Gather every line below where "staffFacility" appears.
Segment Start: Given data
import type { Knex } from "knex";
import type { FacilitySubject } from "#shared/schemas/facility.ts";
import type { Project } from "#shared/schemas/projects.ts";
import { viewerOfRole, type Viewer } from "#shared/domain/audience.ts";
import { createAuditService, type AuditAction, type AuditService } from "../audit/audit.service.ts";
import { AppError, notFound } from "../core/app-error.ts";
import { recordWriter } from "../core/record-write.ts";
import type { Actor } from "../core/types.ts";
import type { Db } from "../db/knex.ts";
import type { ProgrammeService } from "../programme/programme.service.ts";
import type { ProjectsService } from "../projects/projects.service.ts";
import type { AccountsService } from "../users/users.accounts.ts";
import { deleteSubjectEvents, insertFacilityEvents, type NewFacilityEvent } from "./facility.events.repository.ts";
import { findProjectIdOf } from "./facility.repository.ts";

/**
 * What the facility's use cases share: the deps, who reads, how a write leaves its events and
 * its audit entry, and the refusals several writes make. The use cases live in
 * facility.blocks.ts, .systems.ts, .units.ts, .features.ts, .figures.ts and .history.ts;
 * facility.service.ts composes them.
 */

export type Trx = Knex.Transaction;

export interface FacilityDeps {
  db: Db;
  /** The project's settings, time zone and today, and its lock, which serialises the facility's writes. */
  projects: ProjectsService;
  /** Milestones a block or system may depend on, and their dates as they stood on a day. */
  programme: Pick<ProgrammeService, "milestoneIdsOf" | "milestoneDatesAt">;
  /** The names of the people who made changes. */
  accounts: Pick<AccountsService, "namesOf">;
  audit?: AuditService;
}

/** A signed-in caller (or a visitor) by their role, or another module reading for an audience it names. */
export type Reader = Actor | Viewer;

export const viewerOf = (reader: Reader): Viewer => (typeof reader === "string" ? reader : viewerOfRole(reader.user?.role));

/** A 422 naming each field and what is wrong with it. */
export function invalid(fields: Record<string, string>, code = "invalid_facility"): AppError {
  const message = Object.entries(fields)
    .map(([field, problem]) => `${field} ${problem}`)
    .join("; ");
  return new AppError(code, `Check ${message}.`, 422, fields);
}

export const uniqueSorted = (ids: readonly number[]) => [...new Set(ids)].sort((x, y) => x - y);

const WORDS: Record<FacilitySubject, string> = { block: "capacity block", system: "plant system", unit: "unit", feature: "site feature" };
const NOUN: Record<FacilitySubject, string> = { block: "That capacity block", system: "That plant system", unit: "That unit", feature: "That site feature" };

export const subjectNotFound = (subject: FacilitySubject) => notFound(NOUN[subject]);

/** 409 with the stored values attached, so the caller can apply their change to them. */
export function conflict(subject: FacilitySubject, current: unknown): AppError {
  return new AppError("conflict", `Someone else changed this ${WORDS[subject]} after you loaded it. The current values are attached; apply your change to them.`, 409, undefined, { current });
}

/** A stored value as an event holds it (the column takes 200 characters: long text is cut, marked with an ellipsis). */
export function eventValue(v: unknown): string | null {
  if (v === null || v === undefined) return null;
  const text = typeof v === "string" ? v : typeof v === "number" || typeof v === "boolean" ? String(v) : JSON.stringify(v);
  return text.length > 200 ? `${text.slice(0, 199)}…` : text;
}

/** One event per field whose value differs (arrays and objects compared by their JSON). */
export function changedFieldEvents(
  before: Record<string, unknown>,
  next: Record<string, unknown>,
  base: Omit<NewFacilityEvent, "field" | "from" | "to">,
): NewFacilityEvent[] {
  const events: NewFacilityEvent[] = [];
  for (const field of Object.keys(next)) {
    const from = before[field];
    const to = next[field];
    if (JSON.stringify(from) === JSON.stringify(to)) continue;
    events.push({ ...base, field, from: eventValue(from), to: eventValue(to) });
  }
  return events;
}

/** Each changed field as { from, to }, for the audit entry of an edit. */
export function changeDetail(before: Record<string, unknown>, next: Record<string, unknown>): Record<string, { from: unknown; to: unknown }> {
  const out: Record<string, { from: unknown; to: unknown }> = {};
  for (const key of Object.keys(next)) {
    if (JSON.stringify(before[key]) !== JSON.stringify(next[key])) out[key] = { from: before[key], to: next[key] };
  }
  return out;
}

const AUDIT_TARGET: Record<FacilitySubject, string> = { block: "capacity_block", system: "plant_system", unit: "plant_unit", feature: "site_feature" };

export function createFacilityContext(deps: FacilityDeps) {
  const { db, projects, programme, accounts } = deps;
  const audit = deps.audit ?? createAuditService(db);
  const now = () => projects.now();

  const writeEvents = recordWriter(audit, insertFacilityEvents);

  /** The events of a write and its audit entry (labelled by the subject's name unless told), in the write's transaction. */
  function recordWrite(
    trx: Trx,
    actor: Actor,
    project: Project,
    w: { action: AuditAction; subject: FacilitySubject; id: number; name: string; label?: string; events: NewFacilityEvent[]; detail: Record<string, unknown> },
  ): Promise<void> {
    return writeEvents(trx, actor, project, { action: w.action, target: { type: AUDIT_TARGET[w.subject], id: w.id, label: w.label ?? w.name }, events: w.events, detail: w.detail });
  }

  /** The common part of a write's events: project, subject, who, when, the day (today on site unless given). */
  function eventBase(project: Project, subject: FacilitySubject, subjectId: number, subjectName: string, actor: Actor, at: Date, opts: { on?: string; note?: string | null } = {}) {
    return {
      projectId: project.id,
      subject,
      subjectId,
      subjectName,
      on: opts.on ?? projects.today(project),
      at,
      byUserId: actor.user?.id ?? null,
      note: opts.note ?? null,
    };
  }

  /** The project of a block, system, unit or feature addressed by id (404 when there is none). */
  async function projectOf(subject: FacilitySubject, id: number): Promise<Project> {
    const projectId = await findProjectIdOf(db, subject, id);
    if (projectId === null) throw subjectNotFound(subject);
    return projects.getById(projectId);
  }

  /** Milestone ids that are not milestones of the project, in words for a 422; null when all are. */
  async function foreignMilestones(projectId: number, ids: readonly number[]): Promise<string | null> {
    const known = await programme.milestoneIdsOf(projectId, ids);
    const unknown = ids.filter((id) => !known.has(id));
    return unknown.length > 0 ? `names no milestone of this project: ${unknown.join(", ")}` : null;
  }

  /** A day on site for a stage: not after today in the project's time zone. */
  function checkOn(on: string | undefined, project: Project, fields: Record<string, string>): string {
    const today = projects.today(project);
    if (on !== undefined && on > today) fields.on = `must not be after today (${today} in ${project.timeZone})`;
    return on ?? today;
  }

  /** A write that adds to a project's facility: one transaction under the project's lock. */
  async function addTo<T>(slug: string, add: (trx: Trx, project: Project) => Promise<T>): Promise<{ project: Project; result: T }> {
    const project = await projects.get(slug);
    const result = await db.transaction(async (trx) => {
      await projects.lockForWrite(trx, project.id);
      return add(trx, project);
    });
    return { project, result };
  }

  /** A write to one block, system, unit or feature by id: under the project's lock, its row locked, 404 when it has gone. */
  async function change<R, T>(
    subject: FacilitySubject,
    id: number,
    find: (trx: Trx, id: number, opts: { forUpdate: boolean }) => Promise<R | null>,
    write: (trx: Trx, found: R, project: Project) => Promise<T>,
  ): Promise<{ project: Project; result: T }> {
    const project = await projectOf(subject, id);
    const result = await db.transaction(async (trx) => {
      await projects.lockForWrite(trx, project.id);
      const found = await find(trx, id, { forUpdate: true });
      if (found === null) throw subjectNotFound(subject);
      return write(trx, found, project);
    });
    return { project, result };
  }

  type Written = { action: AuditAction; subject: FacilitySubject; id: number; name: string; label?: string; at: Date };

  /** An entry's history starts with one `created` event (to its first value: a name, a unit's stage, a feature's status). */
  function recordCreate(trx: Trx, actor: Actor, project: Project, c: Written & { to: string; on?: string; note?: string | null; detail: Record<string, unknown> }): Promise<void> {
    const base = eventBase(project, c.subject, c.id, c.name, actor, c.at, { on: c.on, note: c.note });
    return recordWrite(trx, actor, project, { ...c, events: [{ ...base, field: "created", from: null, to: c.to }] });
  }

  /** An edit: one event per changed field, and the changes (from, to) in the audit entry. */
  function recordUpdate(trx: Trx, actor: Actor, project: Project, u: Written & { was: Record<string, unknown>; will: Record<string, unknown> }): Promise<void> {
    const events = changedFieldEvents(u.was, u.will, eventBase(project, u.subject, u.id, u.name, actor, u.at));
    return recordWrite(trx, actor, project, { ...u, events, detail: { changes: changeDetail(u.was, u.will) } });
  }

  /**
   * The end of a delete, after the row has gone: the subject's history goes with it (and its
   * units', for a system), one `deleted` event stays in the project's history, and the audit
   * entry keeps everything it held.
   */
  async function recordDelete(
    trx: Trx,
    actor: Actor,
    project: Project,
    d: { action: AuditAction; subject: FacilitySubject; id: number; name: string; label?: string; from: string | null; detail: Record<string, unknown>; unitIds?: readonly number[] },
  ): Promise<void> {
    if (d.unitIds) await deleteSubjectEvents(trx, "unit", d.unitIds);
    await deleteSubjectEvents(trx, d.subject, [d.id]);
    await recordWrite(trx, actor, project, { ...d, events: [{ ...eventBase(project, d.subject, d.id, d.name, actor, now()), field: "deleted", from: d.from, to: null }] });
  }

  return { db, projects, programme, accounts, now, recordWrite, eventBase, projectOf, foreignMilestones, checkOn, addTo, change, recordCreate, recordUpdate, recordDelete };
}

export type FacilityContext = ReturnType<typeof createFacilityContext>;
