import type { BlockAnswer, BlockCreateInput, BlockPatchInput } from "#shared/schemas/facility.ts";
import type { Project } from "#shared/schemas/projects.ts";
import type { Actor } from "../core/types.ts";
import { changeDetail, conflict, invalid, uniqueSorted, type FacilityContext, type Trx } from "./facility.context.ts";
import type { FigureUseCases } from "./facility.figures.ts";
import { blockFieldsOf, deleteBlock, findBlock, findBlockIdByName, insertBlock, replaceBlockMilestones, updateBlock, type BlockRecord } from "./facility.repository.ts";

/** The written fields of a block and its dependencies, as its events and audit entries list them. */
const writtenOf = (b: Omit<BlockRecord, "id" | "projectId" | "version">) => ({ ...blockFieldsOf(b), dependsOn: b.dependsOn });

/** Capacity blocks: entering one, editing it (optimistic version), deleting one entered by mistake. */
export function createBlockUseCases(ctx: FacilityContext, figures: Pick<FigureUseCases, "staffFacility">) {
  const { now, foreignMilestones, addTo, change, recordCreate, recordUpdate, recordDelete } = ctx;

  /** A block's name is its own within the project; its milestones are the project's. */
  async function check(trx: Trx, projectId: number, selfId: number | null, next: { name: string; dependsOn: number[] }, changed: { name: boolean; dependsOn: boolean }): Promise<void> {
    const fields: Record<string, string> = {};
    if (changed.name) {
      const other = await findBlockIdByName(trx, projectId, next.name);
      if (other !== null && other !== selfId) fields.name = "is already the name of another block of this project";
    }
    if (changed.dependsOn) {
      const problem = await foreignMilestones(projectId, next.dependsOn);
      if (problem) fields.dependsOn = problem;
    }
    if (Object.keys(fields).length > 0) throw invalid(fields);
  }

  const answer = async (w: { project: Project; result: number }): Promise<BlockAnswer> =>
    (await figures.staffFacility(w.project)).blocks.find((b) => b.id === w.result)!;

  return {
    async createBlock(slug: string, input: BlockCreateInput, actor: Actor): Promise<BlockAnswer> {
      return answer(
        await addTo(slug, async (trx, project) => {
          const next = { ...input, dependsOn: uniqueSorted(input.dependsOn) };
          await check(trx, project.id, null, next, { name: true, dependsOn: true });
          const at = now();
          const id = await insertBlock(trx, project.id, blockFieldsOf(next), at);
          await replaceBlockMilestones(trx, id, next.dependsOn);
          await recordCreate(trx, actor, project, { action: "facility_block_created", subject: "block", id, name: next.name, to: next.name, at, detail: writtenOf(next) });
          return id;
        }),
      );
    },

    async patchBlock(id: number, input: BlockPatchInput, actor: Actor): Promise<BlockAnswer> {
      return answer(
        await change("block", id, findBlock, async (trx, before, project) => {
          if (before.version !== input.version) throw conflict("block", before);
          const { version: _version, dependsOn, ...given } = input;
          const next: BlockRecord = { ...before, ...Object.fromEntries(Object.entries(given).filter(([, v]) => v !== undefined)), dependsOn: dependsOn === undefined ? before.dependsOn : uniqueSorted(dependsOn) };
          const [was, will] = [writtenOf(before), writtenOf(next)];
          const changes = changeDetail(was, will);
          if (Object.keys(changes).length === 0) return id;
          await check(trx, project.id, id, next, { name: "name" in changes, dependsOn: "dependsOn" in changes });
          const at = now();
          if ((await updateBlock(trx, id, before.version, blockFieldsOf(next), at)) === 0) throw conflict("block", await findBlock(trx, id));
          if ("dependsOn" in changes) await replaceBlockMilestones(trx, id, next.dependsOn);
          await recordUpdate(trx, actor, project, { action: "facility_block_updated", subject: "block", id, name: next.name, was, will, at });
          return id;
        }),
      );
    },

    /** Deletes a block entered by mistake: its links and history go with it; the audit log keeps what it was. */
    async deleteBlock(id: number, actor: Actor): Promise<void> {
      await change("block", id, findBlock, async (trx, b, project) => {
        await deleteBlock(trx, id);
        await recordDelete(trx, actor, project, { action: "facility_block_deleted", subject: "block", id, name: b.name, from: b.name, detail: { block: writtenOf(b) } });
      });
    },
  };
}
Segment End: Given data
→ Reply to the task:
export function createBlockUseCases(ctx: FacilityContext, figures: Pick<FigureUseCases, "staffFacility">) {
    (await figures.staffFacility(w.project)).blocks.find((b) => b.id === w.result)!;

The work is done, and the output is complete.